In this lesson
Lesson 9 closed the grammar — twenty frames, and everything after is vocabulary. This is the one exception you hope never to open: no new frames, just the words for the worst day. Everything here is built from frames you already own — X onegaishimasu, X ga arimasu, X wa doko desu ka, an adjective plus desu — so there is nothing new to parse, only new nouns to keep on a card in your wallet.
By the end of this lesson you can:
- call for help, and get an ambulance or the police,
- say you’re hurt — and how badly,
- find the nearest embassy or evacuation shelter,
- say you have insurance at a hospital desk,
- and recognize an earthquake or tsunami alert for what it is, without needing to translate a word.
As always: play every sentence before reading it, repeat it aloud, then tap to check the meaning. Drill this lesson cold, hope you never need it, and be grateful it’s there if you do.
Warm-up
Lesson 8’s problem kit, recombined. Listen cold first.
Every one of those is Lesson 8 material. Today it goes up a gear.
Calling for help
The one bare cry in this course. It’s technically a -te form, and this course otherwise forbids those outside the six -te kudasai chunks — but Tasukete! is a fixed exception, memorized whole like Abunai!, for a moment when there’s no time for a polite sentence. Shout it; heads turn.
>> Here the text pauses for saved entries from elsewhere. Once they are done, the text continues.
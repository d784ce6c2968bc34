"""The model of a bench: parameters of one bridge and its loads, and what every step should then have counted.

One rule: the forward detector supplies the power of a step. A wattmeter's word is compared with it, within the
wattmeter's scatter; its common error cannot be seen and stays outside the fit.

Forward counts F(k_f |1 + c G| sqrt P), reflected counts R(k_r |G + d| sqrt P); in a reversed step the reflected
detector sees the whole wave, less the bridge's own loss between it and the wattmeter.
Source: C. A. Hoer, IEEE Trans. IM-21, 466 (1972) for the reflectometer's equation (from memory).
"""

from __future__ import annotations

from functools import cached_property

import numpy as np
import numpy.typing as npt

from .bench import STEP_KINDS, BenchRatings, BenchStep
from .bridge import BAND_REACH
from .errors import SheetError
from .laws import Law
from .loads import load_impedance_ohm, load_reflection, part_of
from .meter import counting_sd
from .reflection import rho_from_return_loss

__all__ = ["BenchModel", "group_bands"]

Array = npt.NDArray[np.float64]
Complex = npt.NDArray[np.complex128]
Places = npt.NDArray[np.intp]

#: Per band: ln k_f, ln k_r, d, c and the dummy's reflection as real and imaginary part, own loss [dB].
BAND_SIZE = 9
_DB = 10.0 / np.log(10.0)
#: Counts are not believed beyond this part of themselves: no law follows a detector further.
COUNT_PART = 5e-4

# Priors (mean, sd): wide enough that a usable bench overrules them, narrow enough that what it leaves open stays
# physical. A leak of 0.1 is a directivity of 20 dB.
_LEAK_SD = 0.1
#: ln of reflected over forward gain: both sides of a coupler are usually built alike (common practice).
_BALANCE_SD = 0.35
#: The bridge's own loss between the reflected detector and the wattmeter [dB] (a 20-30 dB coupler; common practice).
_OWN_LOSS = (0.05, 0.04)
_LINE_DEG_SD = 0.5
_LINE_LOSS_DB = 0.05


def group_bands(steps: list[BenchStep]) -> list[float]:
    """Centre frequencies [Hz] of the bands of a bench: steps within 10 % of a band's first one belong to it."""
    groups: list[list[float]] = []
    for hz in sorted({s.frequency_hz for s in steps if s.frequency_hz is not None}):
        if groups and hz <= groups[-1][0] * (1.0 + BAND_REACH):
            groups[-1].append(hz)
        else:
            groups.append([hz])
    return [float(np.mean(group)) for group in groups]
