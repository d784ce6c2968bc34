"""One journal, one writer: a lock file beside the journal, held open for as long as it is written.

One rule: the lock is `flock` on a file of its own, so it goes with its owner however that ends, and no descriptor of
the journal itself is ever opened and closed beside SQLite's (which would drop SQLite's locks).
"""

from __future__ import annotations

import fcntl
import os
import time
from pathlib import Path

from bridgeio.errors import FileError, JournalHeld

__all__ = ["JournalHeld", "JournalLock"]

#: A lock file deleted by its owner between our opening and our locking is tried again.
_TRIES = 50
#: Between our being refused and the owner's writing its pid pass microseconds; longer than this nobody waits [s].
_NAMELESS_S = 0.5


class JournalLock:
    """The right to write one journal, from construction to `release`."""

    def __init__(self, journal: Path) -> None:
        """Take it. JournalHeld, with the owner's pid, where it is taken; FileError where no file can be made."""
        self.path = journal.with_name(journal.name + "-lock")
        self._journal = journal
        for _ in range(_TRIES):
            self._fd = self._open()
            if self._take():
                return
        raise FileError(f"{self.path}: the lock file comes and goes; is another program deleting it?")

    def release(self) -> None:
        """Give it back and remove the file."""
        if self._fd < 0:
            return
        if self._is_ours():
            self.path.unlink(missing_ok=True)
        os.close(self._fd)
        self._fd = -1

    def _open(self) -> int:
        try:
            return os.open(self.path, os.O_RDWR | os.O_CREAT | os.O_CLOEXEC | os.O_NOFOLLOW, 0o600)
        except OSError as error:
            raise FileError(f"{self.path}: no lock file can be made beside the journal: {error.strerror}") from error

    def _take(self) -> bool:
        """Whether the lock is ours; False where the file was deleted under us."""
        try:
            fcntl.flock(self._fd, fcntl.LOCK_EX | fcntl.LOCK_NB)
        except BlockingIOError as error:
            owner = self._owner()
            os.close(self._fd)
            raise JournalHeld(
                f"{self._journal}: is being written by process {owner or 'unknown'}; wanted a journal nobody writes: "
                "end that process, or give another file"
            ) from error
        except OSError as error:
            os.close(self._fd)
            raise FileError(f"{self.path}: cannot be locked: {error.strerror}") from error
        if not self._is_ours():
            os.close(self._fd)
            return False
        os.ftruncate(self._fd, 0)
        os.pwrite(self._fd, f"{os.getpid()}\n".encode("ascii"), 0)
        return True

    def _owner(self) -> str:
        """The pid in the file; where it is none of a living process, the owner has only just taken the lock: wait."""
        end_s = time.monotonic() + _NAMELESS_S
        while True:
            owner = os.pread(self._fd, 20, 0).decode("ascii", "replace").strip()
            if _lives(owner) or time.monotonic() >= end_s:
                return owner
            time.sleep(0.005)

    def _is_ours(self) -> bool:
        """Whether the path still leads to the file we hold."""
        held = os.fstat(self._fd)
        try:
            found = os.stat(self.path, follow_symlinks=False)
        except OSError:
            return False
        return (held.st_dev, held.st_ino) == (found.st_dev, found.st_ino)


def _lives(pid: str) -> bool:
    """Whether a process with this pid is there, whoever owns it."""
    if not (pid.isascii() and pid.isdigit() and 0 < int(pid) < 1 << 31):
        return False
    try:
        os.kill(int(pid), 0)
    except ProcessLookupError:
        return False
    except PermissionError:
        return True
    return True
Kyuukyuusha, onegaishimasu!
kyuukyuusha — ambulance — on Lesson 1’s onegaishimasu. No new grammar for the most important request you’ll ever make: name the thing you need, add onegaishimasu.
Keisatsu, onegaishimasu!
keisatsu — police. Same shape. (For minor trouble — a lost bag, directions — the kouban from Lesson 8 is the friendlier door; keisatsu is for something actually wrong.)
Jiko desu.
jiko — accident — in the plainest frame you own, X desu. Point at what happened; the word plus the scene is a complete report.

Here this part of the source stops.